It was an historic evening at the Santa Monica Museum of Art, as famously infamous Curator Walter Hopps joined George Herms on stage for an evening of blather about their long and rich lives and careers. Herms is presenting a number of career surveys round and about town and the Hopps-curated "Hot Set" featuring his large scale Assemblages and Wall Art, had just opened at the Museum (and runs until May 14th).
A cavalcade of stars were on hand for the show. All but one or two, formerly beautiful, I am sure, and a couple of ladies at least, who'd taken the beauty art to it's surgical extreme, I'd say. Jory, the painter friend with whom I'd attended, and I, raised an appreciative eyebrow or two in approval of the work.

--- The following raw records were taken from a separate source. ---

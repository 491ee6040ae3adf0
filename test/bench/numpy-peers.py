#!/usr/bin/env python3
"""The same work as the bench's own side, with numpy, and with statsmodels where it is installed: one thread.

    python3 numpy-peers.py time TASK     { "medianS": seconds, "values": [...] }: start-up and imports are not counted
    python3 numpy-peers.py record NAME   { "co2Ppm": [...], "temperatureK": [...] }: what both sides fit

Prints { "skipped": reason } where a library is missing. Records are invented, from fixed seeds.
"""
import json
import sys
import time

try:
    import numpy as np
except ImportError as missing:
    print(json.dumps({"skipped": str(missing)}))
    sys.exit()


def record(n, seed):
    """CO2 that rises faster and faster, a temperature that follows its logarithm with errors that remember."""
    draws = np.random.default_rng(seed)
    steps = np.arange(n)
    co2 = 315.0 * np.exp(0.0044 * steps + 0.00003 * steps**2 / 2)
    errors = np.convolve(draws.normal(0, 0.08, n + 4), [0.5**k for k in range(5)], "valid")
    return co2, 3.0 * np.log(co2 / co2[0]) + errors


RECORDS = {"annual": (61, 11), "monthly": (744, 12)}


def windows(n, shortest, step):
    for first in range(0, n, step):
        for last in range(first + shortest - 1, n, step):
            yield first, last


def newey_west(scores, bread, lag):
    meat = scores.T @ scores
    for j in range(1, lag + 1):
        lagged = scores[j:].T @ scores[:-j]
        meat = meat + (1 - j / (lag + 1)) * (lagged + lagged.T)
    return bread @ meat @ bread


def sweep(name, shortest, lag, origin, step=1):
    """Sum of all slopes and standard errors, and how many: a line with an intercept, and through the origin if asked."""
    co2, temperature = record(*RECORDS[name])
    total, count = 0.0, 0
    for first, last in windows(len(co2), shortest, step):
        x = np.log(co2[first : last + 1] / co2[first])
        y = temperature[first : last + 1] - temperature[first]
        for design in [np.column_stack([np.ones(len(x)), x])] + ([x[:, None]] if origin else []):
            bread = np.linalg.inv(design.T @ design)
            coefficients = bread @ (design.T @ y)
            errors = y - design @ coefficients
            total += coefficients[-1] + np.sqrt(newey_west(design * errors[:, None], bread, lag)[-1, -1])
            count += 1
    return [total, count]


def sweep_statsmodels(name, shortest, lag):
    import statsmodels.api as sm

    co2, temperature = record(*RECORDS[name])
    total, count = 0.0, 0
    for first, last in windows(len(co2), shortest, 1):
        x = np.log(co2[first : last + 1] / co2[first])
        y = temperature[first : last + 1] - temperature[first]
        for design in (np.column_stack([np.ones(len(x)), x]), x[:, None]):
            fit = sm.OLS(y, design).fit(cov_type="HAC", cov_kwds={"maxlags": lag, "use_correction": False})
            total += fit.params[-1] + fit.bse[-1]
            count += 1
    return [total, count]


def bootstrap(draws=10_000, block=5):
    co2, temperature = record(*RECORDS["annual"])
    x, y = np.log(co2 / co2[0]), temperature - temperature[0]
    n = len(x)
    starts = np.random.default_rng(4).integers(0, n - block + 1, (draws, -(-n // block)))
    rows = (starts[:, :, None] + np.arange(block)).reshape(draws, -1)[:, :n]
    xs, ys = x[rows], y[rows]
    spread = np.einsum("ij,ij->i", xs, xs) - xs.sum(1) ** 2 / n
    slopes = (np.einsum("ij,ij->i", xs, ys) - xs.sum(1) * ys.sum(1) / n) / spread
    return list(np.quantile(slopes, [0.025, 0.5, 0.975]))


def energy_budget(n=1_000_000):
    draws = np.random.default_rng(1)
    warming, forcing = draws.normal(0.75, 0.122, n), draws.normal(1.95, 0.353, n)
    uptake, doubling = draws.normal(0.65, 0.164, n), draws.normal(3.44, 0.209, n)
    levels = [0.05, 0.17, 0.5, 0.83, 0.95]
    # Where forcing does not exceed uptake the sensitivity is unbounded above, not negative.
    effcs = np.where(forcing > uptake, doubling * warming / (forcing - uptake), np.inf)
    return list(np.quantile(effcs, levels)) + list(np.quantile(doubling * warming / forcing, levels))


def ensemble(members=100_000, years=274):
    """The two modes of each member carried from year to year, forcing held within the year."""
    draws = np.random.default_rng(2)
    c, deep, gamma = draws.uniform(5, 10, members), draws.uniform(60, 150, members), draws.uniform(0.4, 1, members)
    feedback, efficacy = draws.uniform(0.6, 1.8, members), draws.uniform(1, 1.5, members)
    t = np.arange(years)
    forcing = 3.7 * (t / years) ** 2 - 2.0 * (t % 37 == 20)
    top, down, up = -(feedback + efficacy * gamma) / c, efficacy * gamma / c, gamma / deep
    root = np.sqrt((top + up) ** 2 + 4 * down * up)
    r1, r2 = (top - up + root) / 2, (top - up - root) / 2
    e1, e2 = np.exp(r1), np.exp(r2)
    p, q = (e1 - e2) / root, (r1 * e2 - r2 * e1) / root
    a, b, d, e = q + p * top, p * down, p * up, q - p * up
    g1, g2 = (1 - a - b) / feedback, (1 - d - e) / feedback
    surface, below, x, y = np.zeros(members), np.zeros(members), np.empty(members), np.empty(members)
    for year in range(years):
        np.multiply(a, surface, out=x)
        np.multiply(b, below, out=y)
        x += y
        np.multiply(g1, forcing[year], out=y)
        x += y
        np.multiply(d, surface, out=y)
        below *= e
        below += y
        np.multiply(g2, forcing[year], out=y)
        below += y
        surface, x = x, surface
    return list(np.quantile(surface, [0.05, 0.5, 0.95]))


TASKS = {
    "sweep-annual": lambda: sweep("annual", 20, 5, origin=True),
    "sweep-annual-statsmodels": lambda: sweep_statsmodels("annual", 20, 5),
    "sweep-monthly": lambda: sweep("monthly", 240, 12, origin=False, step=6),
    "bootstrap": bootstrap,
    "energy-budget": energy_budget,
    "ensemble": ensemble,
}


def timed(work):
    """Median of at least five runs and of at least a second, after one that is not counted."""
    values = work()
    seconds = []
    while len(seconds) < 5 or sum(seconds) < 1:
        start = time.perf_counter()
        work()
        seconds.append(time.perf_counter() - start)
    return {"medianS": float(np.median(seconds)), "values": [float(value) for value in values]}


if __name__ == "__main__":
    what, name = sys.argv[1:]
    if what == "record":
        co2, temperature = record(*RECORDS[name])
        print(json.dumps({"co2Ppm": co2.tolist(), "temperatureK": temperature.tolist()}))
    else:
        try:
            print(json.dumps(timed(TASKS[name])))
        except ImportError as missing:
            print(json.dumps({"skipped": str(missing)}))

But the stars! Lets get back to the stars... Ed Ruscha (who had loaned work for the exhibition), rubbed shoulders with Al Ruppersberg and Joe Goode was around, looking a lot like Larry David, but he probably gets that the whole time. Dennis Hopper had also loaned work for the show, alas, we didn't see him there and Dean Stockwell, you never know.
George Herms is probably the last great living Assemblage artist (with all due respect to those who are or aren't...) and looks, well, from our seat, either weathered, too tanned or perhaps has picked up the sort of hygiene habits that made Ian Dury look scary from a distance. I don't know. Herms will always be associated with the Beat-era and his love for the jazz of that period informs much of everything he does. His influence is pervasive, far beyond the beat, far beyond the period and beyond these shores. Even recently when reading about the UK's Beauty Power Movement, Herms fingerprints seemed at hand.
How do we understand Herms wondrous works, his found art? The rust and the ramshackle hues? The textures and the textiles? The catalog is an essential extension of the show. A must have. There's a short printed conversation between Hopps and Herms, faithfully edited by Radhika Jones. But the jewel is the career-encompassing DVD in which Herms discusses each of his found pieces featured in the show, up-to and including this years' Thelonious Sphere Monk, let me call it a piano contraption. Each slide on the DVD is accompanied by Herms' narration; his laissez-faire, Californian timbre warming expressively to the moment and the memory each piece. "Kids, don't ever do this!" He recalls warning his children while leaping from his car on the Bay Bridge to retrieve some irresistible item of detritus. All this and not a mention of Harry Partch - a favorite for found stuff in this house.
Unfortunately since the opening of the show, legendary curator Walter Hopps passed away. Working it till the end. The Hopps and Herms Hot Set show capped their professional relationship spanning 50 years. Doubtless many of you are thinking precisely this. Herms' influence is everywhere. Why even the recycling guys manage to leave a reasonable facsimile of his work around the blue boxes most Tuesday mornings - only a deadline prevents me from reproducing a photo of their handiwork here. So, horribly then, what is art? It's a question Hopps himself asked rhetorically from the stage, recalling a conversation he'd had with Max Ernst, asking Ernst, "What is Art?" Ernst, without skipping a beat replied, "Art is what I make."
Sitting amongst this work selected by Hopps, listening to him reminisce and knowing of his influence over the past 50 years, it might be concluded that when it comes to What is Art? Art is what Walter Hopps says it is.